PROBLEM TO WORK ON: The expected answer holds every line from the first line of the data below through the line containing "char *line[MAX_LINES];", exactly as written, and no other line.

□ □ □ □ □

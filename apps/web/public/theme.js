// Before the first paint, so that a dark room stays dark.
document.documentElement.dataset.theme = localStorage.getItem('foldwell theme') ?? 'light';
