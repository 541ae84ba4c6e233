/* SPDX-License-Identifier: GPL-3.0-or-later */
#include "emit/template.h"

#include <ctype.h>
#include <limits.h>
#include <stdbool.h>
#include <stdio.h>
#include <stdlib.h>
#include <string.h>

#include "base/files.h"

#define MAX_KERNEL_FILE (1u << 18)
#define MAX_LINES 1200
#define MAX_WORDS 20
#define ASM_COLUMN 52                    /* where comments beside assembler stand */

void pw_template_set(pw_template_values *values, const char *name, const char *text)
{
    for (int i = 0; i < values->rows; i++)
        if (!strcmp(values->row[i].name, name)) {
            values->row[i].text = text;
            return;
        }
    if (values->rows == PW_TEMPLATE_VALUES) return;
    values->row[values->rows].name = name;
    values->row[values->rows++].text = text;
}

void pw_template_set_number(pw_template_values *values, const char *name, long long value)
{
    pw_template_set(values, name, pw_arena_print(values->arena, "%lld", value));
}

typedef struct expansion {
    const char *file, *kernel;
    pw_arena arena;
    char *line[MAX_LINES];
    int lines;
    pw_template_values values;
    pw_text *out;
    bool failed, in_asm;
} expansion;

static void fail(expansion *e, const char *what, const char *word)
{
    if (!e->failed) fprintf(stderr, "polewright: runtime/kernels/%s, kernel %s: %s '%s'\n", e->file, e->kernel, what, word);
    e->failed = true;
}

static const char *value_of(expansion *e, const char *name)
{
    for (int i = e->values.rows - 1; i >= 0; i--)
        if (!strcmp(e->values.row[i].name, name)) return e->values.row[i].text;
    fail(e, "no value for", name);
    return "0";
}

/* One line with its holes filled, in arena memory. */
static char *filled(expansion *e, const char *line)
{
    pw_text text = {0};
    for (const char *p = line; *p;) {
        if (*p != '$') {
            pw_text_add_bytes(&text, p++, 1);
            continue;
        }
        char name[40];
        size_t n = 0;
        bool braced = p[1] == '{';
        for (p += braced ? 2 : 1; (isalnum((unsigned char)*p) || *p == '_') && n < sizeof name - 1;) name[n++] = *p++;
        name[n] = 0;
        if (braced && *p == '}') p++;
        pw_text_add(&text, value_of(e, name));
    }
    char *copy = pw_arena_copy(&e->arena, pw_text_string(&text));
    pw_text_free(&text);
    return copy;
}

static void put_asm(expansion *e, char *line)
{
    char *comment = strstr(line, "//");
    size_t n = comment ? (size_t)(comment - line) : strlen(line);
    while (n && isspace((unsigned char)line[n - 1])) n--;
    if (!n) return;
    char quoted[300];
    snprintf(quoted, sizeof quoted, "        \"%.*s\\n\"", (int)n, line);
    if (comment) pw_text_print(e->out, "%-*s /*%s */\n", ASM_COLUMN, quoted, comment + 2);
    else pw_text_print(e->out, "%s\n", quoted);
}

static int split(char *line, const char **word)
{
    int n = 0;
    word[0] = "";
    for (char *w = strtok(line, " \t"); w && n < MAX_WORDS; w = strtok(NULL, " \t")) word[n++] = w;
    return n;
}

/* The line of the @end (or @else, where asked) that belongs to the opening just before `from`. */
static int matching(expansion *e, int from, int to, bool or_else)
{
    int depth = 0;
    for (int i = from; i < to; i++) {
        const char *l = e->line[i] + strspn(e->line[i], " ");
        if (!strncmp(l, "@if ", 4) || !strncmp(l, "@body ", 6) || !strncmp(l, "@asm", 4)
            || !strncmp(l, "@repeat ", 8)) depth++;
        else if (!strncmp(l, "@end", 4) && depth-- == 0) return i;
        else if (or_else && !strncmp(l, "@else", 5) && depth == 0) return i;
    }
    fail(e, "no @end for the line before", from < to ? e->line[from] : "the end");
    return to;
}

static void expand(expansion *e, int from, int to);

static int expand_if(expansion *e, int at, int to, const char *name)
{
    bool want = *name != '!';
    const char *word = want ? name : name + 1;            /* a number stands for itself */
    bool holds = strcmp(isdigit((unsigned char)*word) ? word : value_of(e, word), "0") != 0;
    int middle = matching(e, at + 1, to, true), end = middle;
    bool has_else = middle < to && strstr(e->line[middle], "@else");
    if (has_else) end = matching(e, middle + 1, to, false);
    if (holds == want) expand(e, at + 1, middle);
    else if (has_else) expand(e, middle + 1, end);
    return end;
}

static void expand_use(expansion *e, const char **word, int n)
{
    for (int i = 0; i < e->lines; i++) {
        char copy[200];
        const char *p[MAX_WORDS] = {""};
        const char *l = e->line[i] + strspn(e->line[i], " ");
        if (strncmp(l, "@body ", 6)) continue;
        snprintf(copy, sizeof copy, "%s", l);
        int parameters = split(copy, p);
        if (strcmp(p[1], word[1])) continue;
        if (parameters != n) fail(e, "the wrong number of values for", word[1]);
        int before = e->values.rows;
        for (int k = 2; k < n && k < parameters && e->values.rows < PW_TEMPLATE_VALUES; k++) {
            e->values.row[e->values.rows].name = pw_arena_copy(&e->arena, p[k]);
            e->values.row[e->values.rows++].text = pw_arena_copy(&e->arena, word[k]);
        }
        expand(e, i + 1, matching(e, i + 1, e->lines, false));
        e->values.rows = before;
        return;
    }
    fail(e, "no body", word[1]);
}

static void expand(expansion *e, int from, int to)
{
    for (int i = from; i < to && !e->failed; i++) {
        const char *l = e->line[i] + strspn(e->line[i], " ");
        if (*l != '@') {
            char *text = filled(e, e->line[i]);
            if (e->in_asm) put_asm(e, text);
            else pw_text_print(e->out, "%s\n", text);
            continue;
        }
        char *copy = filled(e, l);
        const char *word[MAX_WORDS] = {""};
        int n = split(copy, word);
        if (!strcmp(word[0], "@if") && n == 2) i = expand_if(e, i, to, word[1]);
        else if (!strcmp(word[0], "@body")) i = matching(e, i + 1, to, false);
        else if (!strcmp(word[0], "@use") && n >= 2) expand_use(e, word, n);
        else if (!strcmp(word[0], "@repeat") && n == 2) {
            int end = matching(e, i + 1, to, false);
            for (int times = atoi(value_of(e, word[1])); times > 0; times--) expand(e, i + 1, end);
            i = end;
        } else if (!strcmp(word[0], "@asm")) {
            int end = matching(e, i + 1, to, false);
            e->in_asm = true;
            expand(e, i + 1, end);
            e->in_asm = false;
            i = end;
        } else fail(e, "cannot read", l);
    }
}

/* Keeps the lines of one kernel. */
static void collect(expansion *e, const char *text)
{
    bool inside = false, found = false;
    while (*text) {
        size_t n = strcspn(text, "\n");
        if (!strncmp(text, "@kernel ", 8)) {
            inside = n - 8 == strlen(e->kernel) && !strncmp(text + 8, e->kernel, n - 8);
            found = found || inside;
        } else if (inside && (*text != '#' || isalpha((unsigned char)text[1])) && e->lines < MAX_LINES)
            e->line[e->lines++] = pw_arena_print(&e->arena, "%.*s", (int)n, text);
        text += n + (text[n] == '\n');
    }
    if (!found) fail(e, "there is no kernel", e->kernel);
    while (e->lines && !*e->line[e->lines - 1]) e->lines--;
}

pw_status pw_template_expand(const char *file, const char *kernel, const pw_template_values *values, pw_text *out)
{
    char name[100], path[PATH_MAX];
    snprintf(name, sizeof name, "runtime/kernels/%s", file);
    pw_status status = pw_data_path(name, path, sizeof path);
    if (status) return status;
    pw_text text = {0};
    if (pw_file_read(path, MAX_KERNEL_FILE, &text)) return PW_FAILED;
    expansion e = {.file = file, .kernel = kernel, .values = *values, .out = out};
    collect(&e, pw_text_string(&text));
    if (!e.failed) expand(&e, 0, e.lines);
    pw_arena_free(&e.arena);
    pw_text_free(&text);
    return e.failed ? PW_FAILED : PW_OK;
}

□ □ □ □ □

SOLUTION TO THIS PROBLEM:
filename apps/web/public/theme.js
// Before the first paint, so that a dark room stays dark.
document.documentElement.dataset.theme = localStorage.getItem('foldwell theme') ?? 'light';
repository 541ae84ba4c6e233
/* SPDX-License-Identifier: GPL-3.0-or-later */
#include "emit/template.h"

#include <ctype.h>
#include <limits.h>
#include <stdbool.h>
#include <stdio.h>
#include <stdlib.h>
#include <string.h>

#include "base/files.h"

#define MAX_KERNEL_FILE (1u << 18)
#define MAX_LINES 1200
#define MAX_WORDS 20
#define ASM_COLUMN 52                    /* where comments beside assembler stand */

void pw_template_set(pw_template_values *values, const char *name, const char *text)
{
    for (int i = 0; i < values->rows; i++)
        if (!strcmp(values->row[i].name, name)) {
            values->row[i].text = text;
            return;
        }
    if (values->rows == PW_TEMPLATE_VALUES) return;
    values->row[values->rows].name = name;
    values->row[values->rows++].text = text;
}

void pw_template_set_number(pw_template_values *values, const char *name, long long value)
{
    pw_template_set(values, name, pw_arena_print(values->arena, "%lld", value));
}

typedef struct expansion {
    const char *file, *kernel;
    pw_arena arena;
    char *line[MAX_LINES];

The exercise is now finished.